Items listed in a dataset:
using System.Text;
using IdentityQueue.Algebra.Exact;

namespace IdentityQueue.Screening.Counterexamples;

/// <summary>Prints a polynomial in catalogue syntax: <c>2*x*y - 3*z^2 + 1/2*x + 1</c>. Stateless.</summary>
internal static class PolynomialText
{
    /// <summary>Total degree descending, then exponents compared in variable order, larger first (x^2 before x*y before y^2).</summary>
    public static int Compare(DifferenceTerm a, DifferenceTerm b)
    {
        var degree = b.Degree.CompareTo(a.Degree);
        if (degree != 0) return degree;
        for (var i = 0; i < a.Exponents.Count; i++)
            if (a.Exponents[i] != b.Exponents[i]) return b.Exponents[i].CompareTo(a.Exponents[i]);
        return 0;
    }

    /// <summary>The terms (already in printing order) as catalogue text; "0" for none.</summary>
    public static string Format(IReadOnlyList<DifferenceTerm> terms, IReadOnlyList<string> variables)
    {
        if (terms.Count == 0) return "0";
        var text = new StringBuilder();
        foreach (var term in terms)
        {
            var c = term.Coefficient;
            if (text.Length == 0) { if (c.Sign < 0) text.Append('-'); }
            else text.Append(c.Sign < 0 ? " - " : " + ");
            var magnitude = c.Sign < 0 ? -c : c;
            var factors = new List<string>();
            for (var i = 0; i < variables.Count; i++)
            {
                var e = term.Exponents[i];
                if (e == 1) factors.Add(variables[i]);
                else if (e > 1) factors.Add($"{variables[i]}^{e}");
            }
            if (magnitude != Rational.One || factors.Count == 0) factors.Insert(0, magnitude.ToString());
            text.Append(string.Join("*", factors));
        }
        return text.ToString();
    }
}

...

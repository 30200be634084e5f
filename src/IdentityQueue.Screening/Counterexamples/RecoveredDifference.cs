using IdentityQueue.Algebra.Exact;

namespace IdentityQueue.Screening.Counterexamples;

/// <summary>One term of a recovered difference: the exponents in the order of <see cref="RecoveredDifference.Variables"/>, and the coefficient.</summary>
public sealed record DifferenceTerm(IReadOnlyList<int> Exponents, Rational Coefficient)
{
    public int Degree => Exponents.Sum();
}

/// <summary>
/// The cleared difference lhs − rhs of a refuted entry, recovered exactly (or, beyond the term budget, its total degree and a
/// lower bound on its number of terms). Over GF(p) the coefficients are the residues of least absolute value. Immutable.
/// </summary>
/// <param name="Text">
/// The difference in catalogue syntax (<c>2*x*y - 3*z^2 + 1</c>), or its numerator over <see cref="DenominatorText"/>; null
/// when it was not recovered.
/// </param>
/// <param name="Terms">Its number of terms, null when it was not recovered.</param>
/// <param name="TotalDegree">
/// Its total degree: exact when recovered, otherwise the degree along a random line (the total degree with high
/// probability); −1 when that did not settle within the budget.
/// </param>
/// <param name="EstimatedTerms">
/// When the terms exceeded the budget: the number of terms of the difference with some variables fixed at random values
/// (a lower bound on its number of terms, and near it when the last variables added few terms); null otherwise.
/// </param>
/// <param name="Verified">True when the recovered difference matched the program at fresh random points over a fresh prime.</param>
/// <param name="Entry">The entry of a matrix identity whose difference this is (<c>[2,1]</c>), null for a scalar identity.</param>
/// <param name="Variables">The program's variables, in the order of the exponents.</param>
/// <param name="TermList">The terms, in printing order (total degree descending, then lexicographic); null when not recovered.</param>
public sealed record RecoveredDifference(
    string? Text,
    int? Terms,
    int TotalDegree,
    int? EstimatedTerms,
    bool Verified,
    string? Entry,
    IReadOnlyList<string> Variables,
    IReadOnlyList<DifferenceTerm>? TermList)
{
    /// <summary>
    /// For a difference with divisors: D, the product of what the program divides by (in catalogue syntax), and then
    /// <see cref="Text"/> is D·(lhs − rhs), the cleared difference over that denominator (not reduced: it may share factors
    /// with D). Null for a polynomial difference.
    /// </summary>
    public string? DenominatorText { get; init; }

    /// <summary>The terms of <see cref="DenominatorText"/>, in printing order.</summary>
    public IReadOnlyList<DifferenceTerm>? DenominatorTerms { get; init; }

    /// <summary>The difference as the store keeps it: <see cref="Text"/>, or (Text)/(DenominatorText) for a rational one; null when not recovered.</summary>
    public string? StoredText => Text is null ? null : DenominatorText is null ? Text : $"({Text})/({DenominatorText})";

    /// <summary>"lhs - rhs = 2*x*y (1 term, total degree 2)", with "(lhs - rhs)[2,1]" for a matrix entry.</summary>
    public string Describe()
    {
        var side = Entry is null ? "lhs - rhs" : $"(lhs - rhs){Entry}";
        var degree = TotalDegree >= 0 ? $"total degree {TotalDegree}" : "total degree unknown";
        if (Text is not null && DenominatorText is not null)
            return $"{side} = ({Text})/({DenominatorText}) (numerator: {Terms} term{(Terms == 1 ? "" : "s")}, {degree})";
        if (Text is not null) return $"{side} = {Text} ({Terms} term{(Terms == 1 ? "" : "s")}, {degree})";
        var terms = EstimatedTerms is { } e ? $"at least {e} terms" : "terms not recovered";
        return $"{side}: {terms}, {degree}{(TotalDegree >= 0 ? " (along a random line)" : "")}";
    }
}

*Directions for this task*
All lines above from the line with "if (a.Exponents[i] != b.Exponents[i])" through the line with "return text.ToString();", both included, are to be set down exactly, with nothing else.

*Expected answer*
            if (a.Exponents[i] != b.Exponents[i]) return b.Exponents[i].CompareTo(a.Exponents[i]);
        return 0;
    }

    /// <summary>The terms (already in printing order) as catalogue text; "0" for none.</summary>
    public static string Format(IReadOnlyList<DifferenceTerm> terms, IReadOnlyList<string> variables)
    {
        if (terms.Count == 0) return "0";
        var text = new StringBuilder();
        foreach (var term in terms)
        {
            var c = term.Coefficient;
            if (text.Length == 0) { if (c.Sign < 0) text.Append('-'); }
            else text.Append(c.Sign < 0 ? " - " : " + ");
            var magnitude = c.Sign < 0 ? -c : c;
            var factors = new List<string>();
            for (var i = 0; i < variables.Count; i++)
            {
                var e = term.Exponents[i];
                if (e == 1) factors.Add(variables[i]);
                else if (e > 1) factors.Add($"{variables[i]}^{e}");
            }
            if (magnitude != Rational.One || factors.Count == 0) factors.Insert(0, magnitude.ToString());
            text.Append(string.Join("*", factors));
        }
        return text.ToString();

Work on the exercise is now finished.